◆ Records for the task ◆

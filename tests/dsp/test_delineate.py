"""Wave delineation: method pieces, contract (lead sets, sampling rates, unusable leads, absent
P) and per-beat behaviour, checked on open reference records and published definitions."""

from __future__ import annotations

import csv
import sys
import warnings
from dataclasses import replace
from pathlib import Path

import numpy as np
import pytest
from scipy import signal

from reviewapp.core.dsp.delineate import delineate_beats, delineate_representative
from reviewapp.core.dsp.delineate_align import align_lags
from reviewapp.core.dsp.delineate_ops import trapezium_boundary
from reviewapp.core.engine import analyse
from reviewapp.core.fiducials import FIDUCIALS, WaveMarks
from reviewapp.core.record import record_from_array

# tests run with --import-mode=importlib: make the sibling helper module importable.
sys.path.insert(0, str(Path(__file__).resolve().parent))
from reference_marks import LUDB_LEAD_NAMES, load_ludb_lead, ludb_signal, match_beats

warnings.filterwarnings("ignore", module="wfdb")


def _ludb(shared_data: Path, name: str) -> tuple[np.ndarray, float]:
    return ludb_signal(shared_data / "ludb", name)


def _analyse(x: np.ndarray, fs: float, names=LUDB_LEAD_NAMES):
    return analyse(record_from_array(x, fs, names, derive_limb_leads=False))


# --- method pieces ------------------------------------------------------------------------------


def test_trapezium_area_boundary_of_a_ramp() -> None:
    # Vazquez-Seisdedos et al., BioMed Eng OnLine 10:77, 2011: for a wave flank that reaches
    # the baseline linearly and stays there, the trapezium area is largest exactly at the
    # corner (A(x_i) = 0.5 |y_m - y_i| (2 x_r - x_i - x_m) is maximal where y stops changing).
    ramp_end = np.array([17, 40, 63])
    w = 120
    t = np.arange(w)[None, :]
    y = np.clip((ramp_end[:, None] - t) / 15.0, 0.0, None)  # falls linearly to 0 at ramp_end
    xm = ramp_end - 10
    out = trapezium_boundary(y, xm, xm + 40)
    np.testing.assert_array_equal(out, ramp_end)
    # Mirror image (an onset, x_r before x_m) gives the mirrored corner.
    out_on = trapezium_boundary(y[:, ::-1], w - 1 - xm, w - 1 - (xm + 40))
    np.testing.assert_array_equal(out_on, w - 1 - ramp_end)


def test_align_lags_recovers_a_known_shift_of_a_real_beat(shared_data: Path) -> None:
    # A real T wave (LUDB record 1) moved by a known number of samples is found at that lag.
    x, fs = _ludb(shared_data, "1")
    an = _analyse(x, fs)
    rep = an.representative
    t_end = rep.marks.t_off
    assert t_end is not None
    rec = np.roll(rep.waveform_mv, 7, axis=0).astype(np.float64)
    lags, corr = align_lags(
        rec, rep.waveform_mv.astype(np.float64), np.array([t_end]), t_end, 60, 20, 30
    )
    assert int(lags[0]) == 7 and corr[0] > 0.999


# --- contract -----------------------------------------------------------------------------------


def test_representative_marks_are_ordered_and_per_lead(shared_data: Path) -> None:
    x, fs = _ludb(shared_data, "1")
    an = _analyse(x, fs)
    rep = an.representative
    m = rep.marks
    assert m.p_on < m.p_peak < m.p_off <= m.qrs_on < m.r_peak < m.qrs_off < m.t_peak < m.t_off
    assert len(rep.lead_marks) == 12
    assert len(an.beat_marks) == len(an.beats) == len(an.beat_lead_marks)
    assert all(len(row) == 12 for row in an.beat_lead_marks)


def test_unusable_lead_gets_no_marks_and_does_not_vote(shared_data: Path) -> None:
    x, fs = _ludb(shared_data, "1")
    an = _analyse(x, fs)
    usable = np.ones(12, dtype=bool)
    usable[7] = False
    rep = an.representative
    g, leads = delineate_representative(rep.waveform_mv, fs, rep.r_index, usable)
    assert leads[7] == WaveMarks()
    # A flat lead does not move the global marks.
    flat = rep.waveform_mv.copy()
    flat[:, 7] = 0.0
    g_flat, _ = delineate_representative(flat, fs, rep.r_index, usable)
    assert g_flat == g
    bm, blm = delineate_beats(an.conditioned_mv, fs, an.beats, usable, replace(rep, marks=g))
    assert all(row[7] == WaveMarks() for row in blm)
    n = an.conditioned_mv.shape[0]
    inner = [k for k, b in enumerate(an.beats) if 0.5 * fs < b.r < n - 0.8 * fs]
    assert all(bm[k].qrs_on is not None and bm[k].t_off is not None for k in inner)


def test_no_usable_lead_gives_empty_marks() -> None:
    w = np.zeros((500, 3), dtype=np.float32)
    g, leads = delineate_representative(w, 500.0, 200, np.zeros(3, dtype=bool))
    assert g == WaveMarks() and leads == (WaveMarks(),) * 3


def _lead_ii_errors_ms(shared_data: Path, x: np.ndarray, fs: float, fs_new: int) -> np.ndarray:
    """Median lead-II error (ms) per fiducial vs the LUDB marks of record 1, at ``fs_new``."""
    g = np.gcd(int(fs_new), int(fs))
    y = x
    if fs_new != fs:
        y = signal.resample_poly(x.astype(np.float64), fs_new // g, int(fs) // g, axis=0)
    an = _analyse(y.astype(np.float32), float(fs_new))
    ref = load_ludb_lead(shared_data / "ludb" / "1", "ii")
    det_r = np.round(np.array([b.r for b in an.beats]) / fs_new * fs).astype(np.int64)
    m = match_beats(det_r, ref.r, fs)
    ok = m >= 0
    assert ok.sum() == len(ref.r)
    col = an.record.lead_index("II")
    det = np.array([an.beat_lead_marks[b][col].as_array() for b in m[ok]], dtype=float)
    det_s = np.where(det >= 0, det / fs_new, np.nan)
    ref_s = np.where(ref.marks[ok] >= 0, ref.marks[ok] / fs, np.nan)
    return np.nanmedian((det_s - ref_s) * 1000.0, axis=0)


@pytest.mark.parametrize("fs_new", [125, 250, 1000, 2000])
def test_sampling_rates_125_to_2000_hz(shared_data: Path, fs_new: int) -> None:
    # LUDB record 1 (500 Hz) resampled with scipy.signal.resample_poly: against the
    # cardiologists' lead-II marks, every rate stays within 20 ms (T end: 30.6 ms, the CSE
    # tolerance; median error per fiducial)
    # and within 1.5 sample periods (at least 4 ms) of what the native 500 Hz record gives.
    x, fs = _ludb(shared_data, "1")
    native = _lead_ii_errors_ms(shared_data, x, fs, int(fs))
    resampled = _lead_ii_errors_ms(shared_data, x, fs, fs_new)
    allow = max(4.0, 1.5 * 1000.0 / fs_new)
    for k, fid in enumerate(FIDUCIALS):
        limit = 30.6 if fid == "t_off" else 20.0
        assert abs(resampled[k]) <= limit, f"{fs_new} Hz {fid}: {resampled[k]:.1f} ms vs LUDB"
        assert abs(resampled[k] - native[k]) <= allow + 1e-9, (
            f"{fs_new} Hz {fid}: {resampled[k]:.1f} ms vs {native[k]:.1f} ms at 500 Hz"
        )


def test_fifteen_lead_record_at_1000_hz(shared_data: Path) -> None:
    # PTB s0010_re: 12 standard + 3 Frank leads at 1000 Hz. Every beat gets QRS and T marks in
    # order and each of the 15 leads its own marks; adding the Frank leads to the 12 standard
    # ones moves the global QRS marks of the median beat by at most 6 ms.
    import wfdb

    sig = wfdb.rdrecord(str(shared_data / "ptbdb" / "s0010_re"))
    x = np.asarray(sig.p_signal, dtype=np.float32)
    fs = float(sig.fs)
    an = analyse(record_from_array(x, fs, sig.sig_name, derive_limb_leads=False))
    assert x.shape[1] == 15 and len(an.beats) >= 30
    inner = [k for k, b in enumerate(an.beats) if 0.5 * fs < b.r < x.shape[0] - 0.8 * fs]
    for k in inner:
        bm, row = an.beat_marks[k], an.beat_lead_marks[k]
        assert len(row) == 15
        assert bm.qrs_on < bm.r_peak < bm.qrs_off < bm.t_off
    rep = an.representative
    only12 = np.array([True] * 12 + [False] * 3)
    g12, leads12 = delineate_representative(rep.waveform_mv, fs, rep.r_index, only12)
    assert leads12[12:] == (WaveMarks(),) * 3
    assert abs(g12.qrs_on - rep.marks.qrs_on) <= 0.006 * fs
    assert abs(g12.qrs_off - rep.marks.qrs_off) <= 0.006 * fs


def _ludb_rhythms(shared_data: Path) -> dict[str, str]:
    with open(shared_data / "ludb" / "ludb.csv", newline="") as f:
        return {row["ID"]: row["Rhythms"] for row in csv.DictReader(f)}


def test_no_p_wave_in_most_atrial_fibrillation_records(shared_data: Path) -> None:
    # LUDB diagnoses (ludb.csv): records in atrial fibrillation have no P annotations; an
    # organised P must not be invented. Measured: 10 of 11 AF records get no P at all (the
    # beats must repeat the median beat's P; before that rule: 8 of 11).
    rhythms = _ludb_rhythms(shared_data)
    af = [k for k, v in rhythms.items() if v.strip().lower().startswith("atrial fibrillation")]
    af = [k for k in af if (shared_data / "ludb" / f"{k}.hea").exists()]
    assert len(af) >= 5
    no_p = 0
    for name in af:
        x, fs = _ludb(shared_data, name)
        an = _analyse(x, fs)
        frac_p = np.mean([m.p_on is not None for m in an.beat_marks])
        no_p += frac_p < 0.2
    assert no_p >= 0.85 * len(af), f"P found in {len(af) - no_p} of {len(af)} AF records"


def test_p_wave_found_in_sinus_rhythm(shared_data: Path) -> None:
    # LUDB sinus-rhythm records have P annotations on (nearly) every beat.
    rhythms = _ludb_rhythms(shared_data)
    sinus = [k for k, v in rhythms.items() if v.strip() == "Sinus rhythm"][:25]
    with_p = 0
    for name in sinus:
        x, fs = _ludb(shared_data, name)
        an = _analyse(x, fs)
        with_p += np.mean([m.p_on is not None for m in an.beat_marks]) > 0.8
    assert with_p >= 0.8 * len(sinus)


# --- per-beat marks follow each beat's own signal --------------------------------------------


def test_beat_t_end_follows_a_moved_t_wave(shared_data: Path) -> None:
    # Real LUDB beats (record 1); the ST-T of one beat is delayed by 20 ms (signal shifted
    # between its QRS end and the next P). Its T end moves by 20 ms (+-4 ms); the others stay
    # within 6 ms (the median beat they follow changes a little with the edited beat).
    x, fs = _ludb(shared_data, "1")
    an = _analyse(x, fs)
    k = len(an.beats) // 2
    a = an.beat_marks[k].qrs_off + int(0.02 * fs)
    b = an.beat_marks[k + 1].p_on - int(0.01 * fs)
    d = int(0.02 * fs)
    y = x.copy()
    y[a + d : b] = x[a : b - d]
    y[a : a + d] = x[a]
    an2 = _analyse(y, fs)
    moved = an2.beat_marks[k].t_off - an.beat_marks[k].t_off
    assert abs(moved - d) <= 0.004 * fs
    for j in (k - 2, k - 1, k + 2):
        assert abs(an2.beat_marks[j].t_off - an.beat_marks[j].t_off) <= 0.006 * fs
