"""Delineation against the exact ground truth of synthetic ECGs (reviewapp.core.synth).

The synthetic truth defines each boundary as the first/last non-zero sample of a compact-
support wave whose edges are linear (a slope discontinuity; reviewapp.core.synth.lobes, truth).
The limb leads are Einthoven-triangle projections of the generating dipole, the chest leads
Dower's transform of it (reviewapp.core.synth.leads). The engine finds boundaries on 20/40 Hz
low-passed copies, which round such a corner outward by 4-7 samples, and then moves each mark
to the corner of a less-filtered copy where one is clearly there (P: two-segment fit,
delineate_corner; QRS: coarse-to-fine, delineate_refine; T end: trapezium area on the
conditioned input, delineate_t.refine_t_end).

Measured, noise-free, detected minus truth (the generator's default shapes, chest QRS of
physiological size, 1.4-1.6 mV peak to peak): P onset 0 samples at 250 and 500 Hz, -1 at 1 kHz,
-2 at 2 kHz; QRS onset 0 at 250-2000 Hz; QRS end +1 sample, the support edge (the first sample
back on the baseline: the J point, where ST is read), at 250-2000 Hz; T end +1 at 250 and 500
Hz, +2 at 1 kHz, +3 at 2 kHz. At 125 Hz the conditioned signal is no finer than the 40 Hz
copy, so QRS marks are not refined: -2 / +2 samples. At 20 dB SNR (seeds 1-7): P onset -2..0
ms, P end 0..+4, QRS onset -8..-6, QRS end +8..+10, T end +6..+16 ms. Not met: with a larger
QRS (generator amplitude 1.4 instead of 1.3) the QRS end reads 3 samples late at 500 Hz, and
11 on a wide QRS whose last lobe is long and shallow (the corner refinement misses the end of
a large, slowly ending QRS). The QRS corner test refuses a noisy corner, so the QRS marks stay
near the 40 Hz slope boundary: QRS end within its 11.6 ms tolerance, QRS onset 1.5 ms beyond
its 6.5 ms (a noise-tolerant corner test was exact here but moved the QTDB/LUDB onsets 8 ms
away from the cardiologists, who mark a sharp onset before its corner: the readers' marks win;
see delineate_qrs).

Before these guards ran on the Einthoven limb leads they ran on a legacy projection (Dower's
limb rows, not an equilateral triangle); on the Einthoven leads the engine then gave QRS end
+14 ms at 20 dB (noise dragged the QRS end's arc-length corner; delineate_qrs.ARC_NOISE_MEDIANS),
P onset -16 / -14 ms (seeds 2, 3: leads whose P corner test the noise failed kept their
trapezium marks 14-16 ms early and widened the global P; delineate_core._beside_corner) and
QRS end +16 ms at 250 Hz (the fine threshold crossing lay in the conditioning low-pass's blurred
tail; delineate_refine.CORNER_RATIO_BLURRED).
"""

from __future__ import annotations

import numpy as np
import pytest

from reviewapp.core.engine import analyse
from reviewapp.core.fiducials import FIDUCIALS, BeatKind
from reviewapp.core.synth import generator as synth
from reviewapp.core.synth import params as params_mod

# CSE tolerances (CSE Working Party, Eur Heart J 6:815-825, 1985; as used by Martinez et al.,
# IEEE TBME 51(4):570-581, 2004), ms.
CSE_MS = {"p_on": 10.2, "p_off": 12.7, "qrs_on": 6.5, "qrs_off": 11.6, "t_off": 30.6}
# Noise-free bias measured at 500 Hz (ms, detected minus truth) and the guard around it.
BIAS_MS = {"p_on": 0.0, "p_off": 0.0, "qrs_on": 0.0, "qrs_off": 2.0, "t_off": 2.0}
# t_off: +2 ms = one sample at 500 Hz, i.e. the support edge (the zero sample after the last
# non-zero one, where the linear T edge meets the baseline); before the fine-signal T end
# refinement (delineate_t.refine_t_end) +10 to +12 ms.
# p_on/p_off: 0 ms (the exact first/last non-zero sample) since the corner refinement
# (delineate_corner.hinge_corner via delineate_p); before it -14 ms / +8 ms.
# qrs_on: 0 ms (the exact first non-zero sample), qrs_off: +2 ms (the support edge, the J point)
# since the coarse-to-fine corner refinement (delineate_refine via delineate_qrs); before it
# -8 ms / +8 to +10 ms.
GUARD_MS = 4.0
# At 20 dB the QRS corner test (delineate_refine) does not accept a noisy corner, so the QRS
# marks stay near the 40 Hz slope boundary: measured -8 ms / +8 to +10 ms (a noise-tolerant
# corner test was exact here but moved real QTDB/LUDB onsets 8 ms away from the readers; see
# delineate_qrs.CORNER_NOISE_MULT).
# T end: the global T end is the latest lead T end confirmed by a second lead (the standard's
# definition, AHA/ACCF/HRS 2007 Part I; delineate_core._standard_global); in 20 dB noise the
# latest noisy lead ends lie later than the median lead's: measured +12 to +14 ms (seeds 1-3),
# +2 ms before the global marks followed that definition (still within the CSE 30.6 ms).
# P end: 0 to +2 ms (seeds 1-3) for the same reason (the latest P mark over the leads).
NOISY_BIAS_MS = {**BIAS_MS, "qrs_on": -8.0, "qrs_off": 9.0, "p_off": 2.0, "t_off": 12.0}


def _errors_ms(**kw: object) -> dict[str, np.ndarray]:
    syn = synth.generate(params_mod.SynthParams(**kw))
    an = analyse(syn.record)
    fs = syn.record.fs_hz
    det_r = np.array([b.r for b in an.beats])
    out: dict[str, list[float]] = {f: [] for f in FIDUCIALS}
    for bt in syn.truth.beats:
        if bt.kind is not BeatKind.DOMINANT:
            continue
        j = int(np.argmin(np.abs(det_r - bt.r)))
        assert abs(det_r[j] - bt.r) <= 0.15 * fs, "a synthetic beat was not detected"
        for f in FIDUCIALS:
            t, d = getattr(bt.marks, f), getattr(an.beat_marks[j], f)
            if t is not None:
                assert d is not None, f"{f} missing on beat at {bt.r}"
                out[f].append((d - t) * 1000.0 / fs)
    return {f: np.asarray(v) for f, v in out.items()}


@pytest.mark.parametrize("kw", [{}, {"qt_rate_adapt": True, "hr_bpm": 90}])
def test_noise_free_marks_have_a_fixed_small_outward_bias(kw: dict) -> None:
    err = _errors_ms(**kw)
    for f in FIDUCIALS:
        assert err[f].size >= 8
        assert np.all(np.abs(err[f] - BIAS_MS[f]) <= GUARD_MS), f"{f}: {err[f]}"


def test_noise_free_at_125_hz_within_two_samples() -> None:
    err = _errors_ms(fs_hz=125.0)
    for f in FIDUCIALS:
        assert np.all(np.abs(err[f]) <= 2 * 8.0 + 1e-9), f"{f}: {err[f]}"


@pytest.mark.parametrize("seed", [1, 2, 3])
def test_20_db_noise_moves_marks_far_less_than_cse_tolerance(seed: int) -> None:
    # Muscle-like noise at 20 dB SNR plus baseline wander and mains (seed 3): the beat-to-beat
    # spread (SD) stays inside the CSE tolerance and the mean stays within 4 ms of the
    # noise-free bias; P end, QRS end and T end are then within CSE tolerance of the truth.
    kw: dict = {"emg_snr_db": 20.0, "seed": seed}
    if seed == 3:
        kw.update(baseline_wander_mv=0.2, mains_hz=50.0, mains_mv=0.05)
    err = _errors_ms(**kw)
    for f in FIDUCIALS:
        assert err[f].std() <= CSE_MS[f], f"{f}: SD {err[f].std():.1f} ms"
        assert abs(err[f].mean() - NOISY_BIAS_MS[f]) <= GUARD_MS, (
            f"{f}: mean {err[f].mean():.1f} ms"
        )
    for f in ("p_off", "qrs_off", "t_off"):
        assert abs(err[f].mean()) <= CSE_MS[f], f"{f}: mean {err[f].mean():.1f} ms"


def test_atrial_fibrillation_has_no_p_wave() -> None:
    # Synthetic AF (no P waves by construction, fibrillatory waves 0.05 mV): no beat gets P.
    syn = synth.generate(params_mod.SynthParams(af=True, f_wave_mv=0.05, seed=4))
    an = analyse(syn.record)
    assert all(m.p_on is None and m.p_off is None for m in an.beat_marks)
    assert an.representative is None or an.representative.marks.p_on is None


@pytest.mark.parametrize(
    "kw",
    [{}, {"qt_rate_adapt": True, "hr_bpm": 90}, {"fs_hz": 250.0}, {"fs_hz": 1000.0}],
)
def test_noise_free_t_end_within_one_sample_of_the_support_edge(kw: dict) -> None:
    # Truth (reviewapp.core.synth.truth): t_off is the last non-zero sample; its linear edge
    # meets the baseline at the next sample (the support edge, lobes.py "t" shape). Every
    # dominant beat's T end must lie within one sample of that edge: truth + 0..2 samples.
    err = _errors_ms(**kw)["t_off"]
    fs = float(kw.get("fs_hz", 500.0))
    one = 1000.0 / fs
    assert err.size >= 8
    assert np.all(np.abs(err - one) <= one + 1e-9), f"t_off: {err} ms (one sample {one} ms)"


@pytest.mark.parametrize("seed", [4, 5, 6, 7])
def test_20_db_t_end_within_cse(seed: int) -> None:
    # CSE tolerance for T end, 30.6 ms (CSE Working Party 1985): mean and SD of the dominant
    # beats' T end error at 20 dB muscle-like noise. Measured +10 to +16 ms, SD 0 (the beats
    # carry the median beat's mark); +2 to +6 ms while the global T end was the median lead's,
    # before it followed the standard's latest end over the leads (AHA/ACCF/HRS 2007 Part I),
    # which noise moves later.
    err = _errors_ms(emg_snr_db=20.0, seed=seed)["t_off"]
    assert abs(err.mean()) <= 20.0, f"t_off mean {err.mean():.1f} ms"
    assert err.std() <= CSE_MS["t_off"], f"t_off SD {err.std():.1f} ms"


@pytest.mark.parametrize(
    "kw",
    [
        {},
        {"qt_rate_adapt": True, "hr_bpm": 90},
        {"hr_bpm": 110, "qt_ms": 330.0, "pr_ms": 150.0},
        {"p_amp_mv": 0.08},
        {"fs_hz": 250.0},
        {"fs_hz": 1000.0},
    ],
)
def test_noise_free_p_within_one_sample(kw: dict) -> None:
    # Truth (reviewapp.core.synth.truth): p_on / p_off are the first / last non-zero samples
    # of the P lobes, whose "sine" edges are linear (a slope discontinuity, lobes.py). Every
    # dominant beat's P onset and end must lie within one sample of them. Measured: 0 samples
    # at 250 and 500 Hz, 0-1 at 1 kHz.
    err = _errors_ms(**kw)
    one = 1000.0 / float(kw.get("fs_hz", 500.0))
    for f in ("p_on", "p_off"):
        assert err[f].size >= 8
        assert np.all(np.abs(err[f]) <= one + 1e-9), f"{f}: {err[f]} ms (one sample {one} ms)"


@pytest.mark.parametrize("seed", [4, 5, 6, 7])
def test_20_db_p_within_cse(seed: int) -> None:
    # CSE tolerances (CSE Working Party 1985): P onset 10.2 ms, P end 12.7 ms, for the mean and
    # the SD of the dominant beats' errors at 20 dB muscle-like noise. Measured: means -2 to
    # +4 ms, SD 0 (the beats carry the median beat's marks).
    err = _errors_ms(emg_snr_db=20.0, seed=seed)
    for f in ("p_on", "p_off"):
        assert abs(err[f].mean()) <= CSE_MS[f], f"{f} mean {err[f].mean():.1f} ms"
        assert err[f].std() <= CSE_MS[f], f"{f} SD {err[f].std():.1f} ms"


@pytest.mark.parametrize(
    "kw",
    [
        {},
        {"qt_rate_adapt": True, "hr_bpm": 90},
        {"wide_qrs": True, "qrs_ms": 130.0},
        {"fs_hz": 1000.0},
        {"fs_hz": 2000.0},
        {"fs_hz": 250.0},
    ],
)
def test_noise_free_qrs_within_one_sample(kw: dict) -> None:
    # Truth (reviewapp.core.synth.truth): qrs_on / qrs_off are the first / last non-zero samples
    # of the QRS lobes, whose "sine" edges are linear (a slope discontinuity, lobes.py). The
    # onset must lie within one sample of the first non-zero sample; the end is placed on the
    # support edge, the first sample back on the baseline (the J point, where ST is read), and
    # must lie within one sample of that edge (truth + 0..2 samples). Measured: onset 0 samples
    # at 250 and 500 Hz (narrow and wide QRS), 0-1 at 1 kHz, -1..0 at 2 kHz; end +1 at 250
    # and 500 Hz (wide QRS too), +1..+2 at 1 kHz, 0..+1 at 2 kHz.
    # Wide QRS: the onset may lie 2 samples early since the global onset is the earliest
    # lead's (AHA/ACCF/HRS 2007 Part I): the conditioning low-pass spreads a steep start over
    # the samples before it (delineate_core); measured 0.
    err = _errors_ms(**kw)
    one = 1000.0 / float(kw.get("fs_hz", 500.0))
    on_tol = 2 * one if kw.get("wide_qrs") else one
    assert err["qrs_on"].size >= 8 and err["qrs_off"].size >= 8
    assert np.all(np.abs(err["qrs_on"]) <= on_tol + 1e-9), f"qrs_on: {err['qrs_on']} ms"
    assert np.all(np.abs(err["qrs_off"] - one) <= one + 1e-9), f"qrs_off: {err['qrs_off']} ms"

◆ Problem ◆
Determine the count of lines in the data above with the string "refinement" in them, and give that count alone.

◆ Reply to the task ◆
4